My wife sometimes tells me (she’s a lawyer) that jails are the bowl at the bottom of the entire societal funnel. I believe her to be right (on many things, of course).

The role of families

This part does piss me off. Why was this kid living alone? Why were family members going no contact with him? I absolutely understand that certain people in your life get to be “too much.” I am sure I am “too much” for several people, and I’ve actually lost friendships over that principle over time. I totally get it. This Trammell case reminds me a lot of the Cameron Cloward case out of Utah, both in terms of “Mental health and police is a tough intersection” and “What’s the role of a family for someone who is struggling?”

In this article, from last summer, the father seems pretty sympathetic to the whole situation, but the family does not that they will eventually pursue some type of legal action. And you see this often in these situations. I don’t know anything about the Trammell family specifically, but a lot of times, people get abandoned or “no-contact” by their family, and then when something awful happens to them … the family sees dollar signs.

It seems to me like families fail at helping people become adults or integrate into vaguely-functional society, and when a family fails, now we shift the responsibility entirely onto cops and deputies, I.e. the bowl at the bottom of the funnel, expected to catch everything.

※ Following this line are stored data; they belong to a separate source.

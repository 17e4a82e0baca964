//! Keplerian kinematics of a binary star.
//!
//! For: solving Kepler's equation fast and to machine precision, converting
//! between Campbell elements and Thiele-Innes constants, predicting the
//! relative sky position of the secondary and the line-of-sight velocity
//! shape at many epochs without allocation, Kepler's third law and the
//! spectroscopic mass relations with IAU nominal constants, and the time
//! scales accepted in input files.
//!
//! Not for: reading files, priors, likelihoods or sampling (those live in
//! dyad-model and dyad-sampler), light-time effects, relativistic terms,
//! perturbations by third bodies, or unbound (e >= 1) orbits.
//!
//! Brief overview:
//! - [`kepler::KeplerSolver`] (fast, per eccentricity, with a batch
//!   [`kepler::KeplerSolver::solve_many`]) and [`kepler::solve_kepler`]
//!   (no set-up): E, sin E, cos E to machine precision.
//! - [`elements::CampbellElements`], [`elements::ThieleInnes`]: the orbit.
//! - [`orbit::Orbit`]: precomputed orbit, positions and velocity shape
//!   ([`orbit::OrbitState`]) at one epoch or a batch.
//! - [`velocity`], [`laws`], [`constants`], [`time`].
//!
//! ```
//! use dyad_orbit::{CampbellElements, Orbit};
//! let el = CampbellElements {
//!     period_days: 1000.0, t_peri_jd: 2_451_545.0, e: 0.3, a: 100.0,
//!     inc_rad: 0.5, omega_rad: 1.0, node_rad: 2.0,
//! };
//! let orbit = Orbit::new(&el).unwrap();
//! let p = orbit.sky_offset(2_451_700.0);
//! assert!(p.separation() > 0.0 && p.separation() < 130.0 * 1.0001);
//! ```
#![deny(missing_docs)]
#![deny(unsafe_op_in_unsafe_fn)]

pub mod constants;
pub mod elements;
mod error;
pub mod kepler;
pub mod laws;
pub mod orbit;
pub mod time;
pub mod velocity;

pub use elements::{CampbellElements, OrbitGeometry, ThieleInnes};
pub use error::OrbitError;
pub use kepler::{solve_kepler, EccentricAnomaly, KeplerSolver};
pub use orbit::{BlockVisitor, Orbit, OrbitState, SkyOffset};
pub use time::TimeScale;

I am also not a fan of breaking the law, and I understand why that’s bad, but if the cops had just let this kid go to his McDonald’s interview in the morning, and they had made a plan to pick him up from that interview and take him to court … would any of this have happened? The trigger was the emotional distress, and the emotional distress was because he thought he’d be homeless after missing a job interview.

There could have been a work-around.

Final thought here: when I watched that video above, I thought a bunch about the idea of a “bleeding-heart liberal,” because if you watched that video as such (I often am), you’d be like “Down with all cops!” But in reality, the cops pretty much followed protocol to a T on this one. It does look bad, but it’s what they are supposed to do. This video opened my eyes (at a whopping 44) to some of the drawbacks of bleeding heart approaches to complex social issues.

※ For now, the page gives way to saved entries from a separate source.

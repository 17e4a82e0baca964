//! Campbell elements of the relative orbit and the Thiele-Innes constants.
//!
//! Conventions (docs/DESIGN.md):
//! - The relative orbit is that of the secondary about the primary;
//!   `omega_rad` is the secondary's argument of periastron (the primary's
//!   spectroscopic omega is `omega + pi`).
//! - `node_rad` (Omega) is the position angle, measured from North through
//!   East, of the ascending node, defined as the node at which the
//!   secondary moves away from the observer.
//! - `inc_rad` in [0, pi]: i < 90 deg is direct motion (position angle
//!   increasing with time), i > 90 deg retrograde.
//! - Thiele-Innes constants (e.g. W. D. Heintz, Double Stars, 1978, ch. 5;
//!   docs/DESIGN.md): A = a(cos w cos W - sin w sin W cos i),
//!   B = a(cos w sin W + sin w cos W cos i), F = a(-sin w cos W - cos w sin W cos i),
//!   G = a(-sin w sin W + cos w cos W cos i), so that with X = cos E - e and
//!   Y = sqrt(1-e^2) sin E the offsets are dDec = A X + F Y (north) and
//!   dRA* = B X + G Y (east).

use crate::error::OrbitError;
use std::f64::consts::{PI, TAU};

/// Campbell elements of the relative orbit (secondary about primary).
///
/// `a` may be in any unit (mas, arcsec, au): positions come out in that unit.
#[derive(Debug, Clone, Copy, PartialEq)]
pub struct CampbellElements {
    /// Orbital period in days.
    pub period_days: f64,
    /// Julian Date of a periastron passage.
    pub t_peri_jd: f64,
    /// Eccentricity, 0 <= e < 1.
    pub e: f64,
    /// Semi-major axis of the relative orbit (any unit, > 0).
    pub a: f64,
    /// Inclination in radians (i < pi/2: direct motion).
    pub inc_rad: f64,
    /// The secondary's argument of periastron in radians.
    pub omega_rad: f64,
    /// Position angle of the ascending node (secondary receding) in radians.
    pub node_rad: f64,
}

impl CampbellElements {
    /// Checks that every element is finite, 0 <= e < 1, P > 0 and a > 0.
    pub fn validate(&self) -> Result<(), OrbitError> {
        if !(self.period_days.is_finite() && self.period_days > 0.0) {
            return Err(OrbitError::Period(self.period_days));
        }
        if !(0.0..1.0).contains(&self.e) {
            return Err(OrbitError::Eccentricity(self.e));
        }
        if !(self.a.is_finite() && self.a > 0.0) {
            return Err(OrbitError::SemiMajorAxis(self.a));
        }
        for (name, value) in [
            ("t_peri_jd", self.t_peri_jd),
            ("inc_rad", self.inc_rad),
            ("omega_rad", self.omega_rad),
            ("node_rad", self.node_rad),
        ] {
            if !value.is_finite() {
                return Err(OrbitError::NotFinite { name, value });
            }
        }
        Ok(())
    }

    /// The Thiele-Innes constants of this orbit (formulas in the module docs).
    pub fn thiele_innes(&self) -> ThieleInnes {
        let (sw, cw) = self.omega_rad.sin_cos();
        let (sn, cn) = self.node_rad.sin_cos();
        let ci = self.inc_rad.cos();
        let a = self.a;
        ThieleInnes {
            a: a * (cw * cn - sw * sn * ci),
            b: a * (cw * sn + sw * cn * ci),
            f: a * (-sw * cn - cw * sn * ci),
            g: a * (-sw * sn + cw * cn * ci),
        }
    }

    /// The geometric part (a, i, omega, Omega) of these elements.
    pub fn geometry(&self) -> OrbitGeometry {
        OrbitGeometry {
            a: self.a,
            inc_rad: self.inc_rad,
            omega_rad: self.omega_rad,
            node_rad: self.node_rad,
        }
    }
}

/// Thiele-Innes constants A, B, F, G (same unit as the semi-major axis).
#[derive(Debug, Clone, Copy, PartialEq)]
pub struct ThieleInnes {
    /// A = a(cos w cos W - sin w sin W cos i).
    pub a: f64,
    /// B = a(cos w sin W + sin w cos W cos i).
    pub b: f64,
    /// F = a(-sin w cos W - cos w sin W cos i).
    pub f: f64,
    /// G = a(-sin w sin W + cos w cos W cos i).
    pub g: f64,
}

/// The geometric Campbell elements: semi-major axis and the three angles.
#[derive(Debug, Clone, Copy, PartialEq)]
pub struct OrbitGeometry {
    /// Semi-major axis (unit of the Thiele-Innes constants).
    pub a: f64,
    /// Inclination in [0, pi].
    pub inc_rad: f64,
    /// Argument of periastron of the secondary, in [0, 2 pi).
    pub omega_rad: f64,
    /// Position angle of the ascending node, in [0, pi).
    pub node_rad: f64,
}

impl ThieleInnes {
    /// Back to (a, i, omega, Omega).
    ///
    /// Astrometry alone cannot tell (omega, Omega) from (omega + pi,
    /// Omega + pi): both give the same A, B, F, G. This returns the member of
    /// the pair with Omega in [0, pi) and omega in [0, 2 pi); radial
    /// velocities decide which one is real (flip both by pi if the velocities
    /// say the other node is the receding one).
    ///
    /// Method: A + G = a(1 + cos i) cos(w + W), B - F = a(1 + cos i) sin(w + W),
    /// A - G = a(1 - cos i) cos(w - W), -B - F = a(1 - cos i) sin(w - W)
    /// (follows from the definitions; cf. Heintz 1978). With
    /// p = a(1 + cos i) and m = a(1 - cos i): a = (p + m)/2 and
    /// tan(i/2) = sqrt(m/p), which is accurate for every i. For i = 0 (or
    /// pi) only w + W (or w - W) is defined; the other is set to zero.
    pub fn to_campbell(&self) -> OrbitGeometry {
        let (a_, b_, f_, g_) = (self.a, self.b, self.f, self.g);
        let p = (a_ + g_).hypot(b_ - f_);
        let m = (a_ - g_).hypot(b_ + f_);
        let a = 0.5 * (p + m);
        let inc_rad = 2.0 * m.sqrt().atan2(p.sqrt());
        let sum = if p > 0.0 {
            (b_ - f_).atan2(a_ + g_)
        } else {
            0.0
        };
        let diff = if m > 0.0 {
            (-b_ - f_).atan2(a_ - g_)
        } else {
            0.0
        };
        let mut omega = 0.5 * (sum + diff);
        let mut node = 0.5 * (sum - diff);
        // sum and diff are each defined modulo 2 pi, so (omega, node) are
        // defined modulo (pi, pi) jointly: normalise node to [0, pi).
        node = node.rem_euclid(TAU);
        if node >= PI {
            node -= PI;
            omega += PI;
        }
        omega = omega.rem_euclid(TAU);
        if omega >= TAU {
            omega = 0.0;
        }
        OrbitGeometry {
            a,
            inc_rad,
            omega_rad: omega,
            node_rad: node,
        }
    }
}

Anyway, watch the video and read some of my context and see what you think.


Jim L.

It's just me

20 小时前

The cops here aren't qualified to deal with this. I am sure the bootstrappers will applaud the methods and say the mother didn't use corporal punishment enough or at all, but the cops here are incompetent in their job...But it gets worse: "At one point, two “mental health counselors,” who to me appear just to be 30-something blond women in Crocs, come over and talk to him through the cell, but finally decide they’re “through” with him." I wonder if these folks are licensed or what their qualifications are. If they are, they could face sanctions and should. Yes there are a lot of questions as to why they got here. Family dynamics and obviously there were issues. Ohio isn't known for progressive policies and policing. Look up the Jayland Walker shooting. They shot at an unarmed black man 100 times and hit him 60 times. Defund the police? No. Better training and expectations, change policies and hiring. Police don't hire the best and the brightest(Look up Jordan v. City of New London). Couple that with a black and white thinking and unnuanced work(and society) culture with poor policies, this stuff happens. Cops and counselors may get off the hook policy wise and even legally, but ethically and morally they failed miserably.